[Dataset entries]
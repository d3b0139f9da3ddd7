"""Growth rates of the full (X, Y, Z) problem on finite elements by sparse shift-invert.

Lagrange elements of equal length on Gauss-Lobatto nodes, whose quadrature makes the mass matrix diagonal, and
`scipy.sparse.linalg.eigsh`. The matrix is a polynomial in kx and ky; its sparse coefficients are made once.
"""
import os

for name in ("OMP_NUM_THREADS", "OPENBLAS_NUM_THREADS", "MKL_NUM_THREADS"):
    os.environ[name] = "1"

import numpy as np
import scipy.sparse as sp
from numpy.polynomial import legendre
from scipy.sparse.linalg import LinearOperator, eigsh, splu


def gauss_lobatto(degree):
    """Nodes on [-1, 1], weights and differentiation matrix of Lagrange interpolation through them."""
    top = np.zeros(degree + 1)
    top[-1] = 1.0
    inner = legendre.legroots(legendre.legder(top))
    x = np.concatenate(([-1.0], inner, [1.0]))
    last = legendre.legval(x, top)
    weights = 2.0 / (degree * (degree + 1) * last**2)
    gap = x[:, None] - x[None, :]
    np.fill_diagonal(gap, 1.0)
    derivative = last[:, None] / last[None, :] / gap
    np.fill_diagonal(derivative, 0.0)
    np.fill_diagonal(derivative, -derivative.sum(axis=1))
    return x, weights, derivative


def fastest_pointwise(state, kx):
    """Square of the growth rate that nothing exceeds at this kx: short waves across the field."""
    stiff, magnetic2, g = state["stiff"], 2 * state["magnetic"], state["g"]
    tension = magnetic2 * kx**2
    buoyancy = tension - g * state["slope"]
    a = stiff + magnetic2
    b = stiff * tension + buoyancy * a - g**2
    c = tension * (buoyancy * stiff - g**2)
    squared = (-b + np.sqrt(np.maximum(b * b - 4 * a * c, 0.0))) / (2 * a)
    return max(float(squared.max()), 0.0)


class FiniteElements:
    degree = 4

    def __init__(self, model, elements, parity):
        p = self.degree
        x, weights, derivative = gauss_lobatto(p)
        h = model.lid / elements
        nodes = elements * p + 1
        z = (np.arange(elements)[:, None] * h + (x[None, :] + 1) * h / 2)
        s = {key: value.reshape(z.shape) for key, value in model.state(z.ravel()).items()}
        # D_z = Z' - slope/2 Z at the quadrature points of each element
        rows = np.arange(elements * (p + 1))
        index = (np.arange(elements)[:, None] * p + np.arange(p + 1)[None, :]).ravel()
        gather = sp.csr_matrix((np.ones(rows.size), (rows, index)), shape=(rows.size, nodes))
        slope_z = sp.block_diag([derivative * 2 / h] * elements, format="csr") @ gather \
            - sp.diags(s["slope"].ravel() / 2) @ gather
        w = np.tile(weights * h / 2, elements)
        mass = gather.T @ w
        stiff, magnetic2, g = s["stiff"].ravel(), 2 * s["magnetic"].ravel(), s["g"].ravel()
        both = stiff + magnetic2

        def form(left, value, right):
            return left.T @ sp.diags(w * value) @ right

        cross = form(slope_z, g, gather)
        vertical = (form(slope_z, both, slope_z) - cross - cross.T
                    - form(gather, g * s["slope"].ravel(), gather))
        along = form(gather, stiff, slope_z) - form(gather, g, gather)
        across = form(gather, both, slope_z) - form(gather, g, gather)
        one_g, one_m, one_b = (form(gather, q, gather) for q in (stiff, magnetic2, both))
        none = sp.csr_matrix((nodes, nodes))
        first = 1 if parity == "mirror" else 0
        free = np.zeros(3 * nodes, dtype=bool)
        free.reshape(nodes, 3)[:, :2] = True
        free.reshape(nodes, 3)[first:-1, 2] = True
        # node by node (X, Y, Z), so that the matrix is a band
        order = (np.arange(3 * nodes).reshape(3, nodes).T).ravel()[free]
        scale = sp.diags(1.0 / np.sqrt(np.tile(mass, 3)[order]))

        def assemble(blocks):
            return (scale @ sp.bmat(blocks, format="csr")[order][:, order] @ scale).tocsc()

        full = {
            (0, 0): assemble([[none, none, none], [none, none, none], [none, none, vertical]]),
            (1, 0): assemble([[none, none, along], [none, none, none], [along.T, none, none]]),
            (0, 1): assemble([[none, none, none], [none, none, across], [none, across.T, none]]),
            (2, 0): assemble([[one_g, none, none], [none, one_m, none], [none, none, one_m]]),
            (1, 1): assemble([[none, one_g, none], [one_g, none, none], [none, none, none]]),
            (0, 2): assemble([[none, none, none], [none, one_b, none], [none, none, none]]),
        }
        with_x_and_z = np.flatnonzero(order // nodes != 1)
        flat = {key: full[key][with_x_and_z][:, with_x_and_z].tocsc() for key in ((0, 0), (1, 0), (2, 0))}
        self.terms = {False: self.aligned(flat), True: self.aligned(full)}
        self.state = {key: value.ravel() for key, value in s.items()}

    @staticmethod
    def aligned(terms):
        """The same pattern for every term, so that a sum is a sum of arrays."""
        pattern = sum(abs(t) for t in terms.values()) + sp.identity(next(iter(terms.values())).shape[0])
        pattern = pattern.tocsc()
        pattern.sort_indices()
        rows, columns = pattern.indices, np.repeat(np.arange(pattern.shape[1]), np.diff(pattern.indptr))
        data = {key: np.asarray(t[rows, columns]).ravel() for key, t in terms.items()}
        return pattern, data

    def growth_rate(self, kx, ky=0.0):
        return self.lowest(kx, ky, False)

    def mode(self, kx, ky=0.0):
        """Growth rate and displacement of the fastest mode."""
        return self.lowest(kx, ky, True)

    def lowest(self, kx, ky, with_vector):
        pattern, data = self.terms[ky != 0]
        values = sum(kx**i * ky**j * d for (i, j), d in data.items())
        matrix = sp.csc_matrix((values, pattern.indices, pattern.indptr), shape=pattern.shape)
        shift = -1.0001 * fastest_pointwise(self.state, kx)
        n = matrix.shape[0]
        shifted = matrix - shift * sp.identity(n, format="csc")
        inverse = splu(shifted, permc_spec="NATURAL", options=dict(SymmetricMode=True), diag_pivot_thresh=0.0)
        result = eigsh(matrix, k=1, sigma=shift, which="LM", tol=1e-9, v0=np.ones(n), ncv=12,
                       OPinv=LinearOperator((n, n), inverse.solve), return_eigenvectors=with_vector)
        value = float(np.sqrt(max(-result[0][0] if with_vector else -result[0], 0.0)))
        return (value, result[1][:, 0]) if with_vector else value


def of_degree(p):
    return type(f"Degree{p}", (FiniteElements,), {"degree": p})


if __name__ == "__main__":
    from race import main

    counts = sorted({int(round(4 * 1.15**i)) for i in range(60)})
    main({f"sparse eigsh, elements of degree {p}": of_degree(p) for p in (2, 4, 6, 8)}, counts)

▶ **Brief**
What you return must be the lines above that run from the line with "free = np.zeros(3" to the line with "with_x_and_z = np.flatnonzero(order", inclusive, each copied exactly.

▶ **Response to the exercise**
        free = np.zeros(3 * nodes, dtype=bool)
        free.reshape(nodes, 3)[:, :2] = True
        free.reshape(nodes, 3)[first:-1, 2] = True
        # node by node (X, Y, Z), so that the matrix is a band
        order = (np.arange(3 * nodes).reshape(3, nodes).T).ravel()[free]
        scale = sp.diags(1.0 / np.sqrt(np.tile(mass, 3)[order]))

        def assemble(blocks):
            return (scale @ sp.bmat(blocks, format="csr")[order][:, order] @ scale).tocsc()

        full = {
            (0, 0): assemble([[none, none, none], [none, none, none], [none, none, vertical]]),
            (1, 0): assemble([[none, none, along], [none, none, none], [along.T, none, none]]),
            (0, 1): assemble([[none, none, none], [none, none, across], [none, across.T, none]]),
            (2, 0): assemble([[one_g, none, none], [none, one_m, none], [none, none, one_m]]),
            (1, 1): assemble([[none, one_g, none], [one_g, none, none], [none, none, none]]),
            (0, 2): assemble([[none, none, none], [none, one_b, none], [none, none, none]]),
        }
        with_x_and_z = np.flatnonzero(order // nodes != 1)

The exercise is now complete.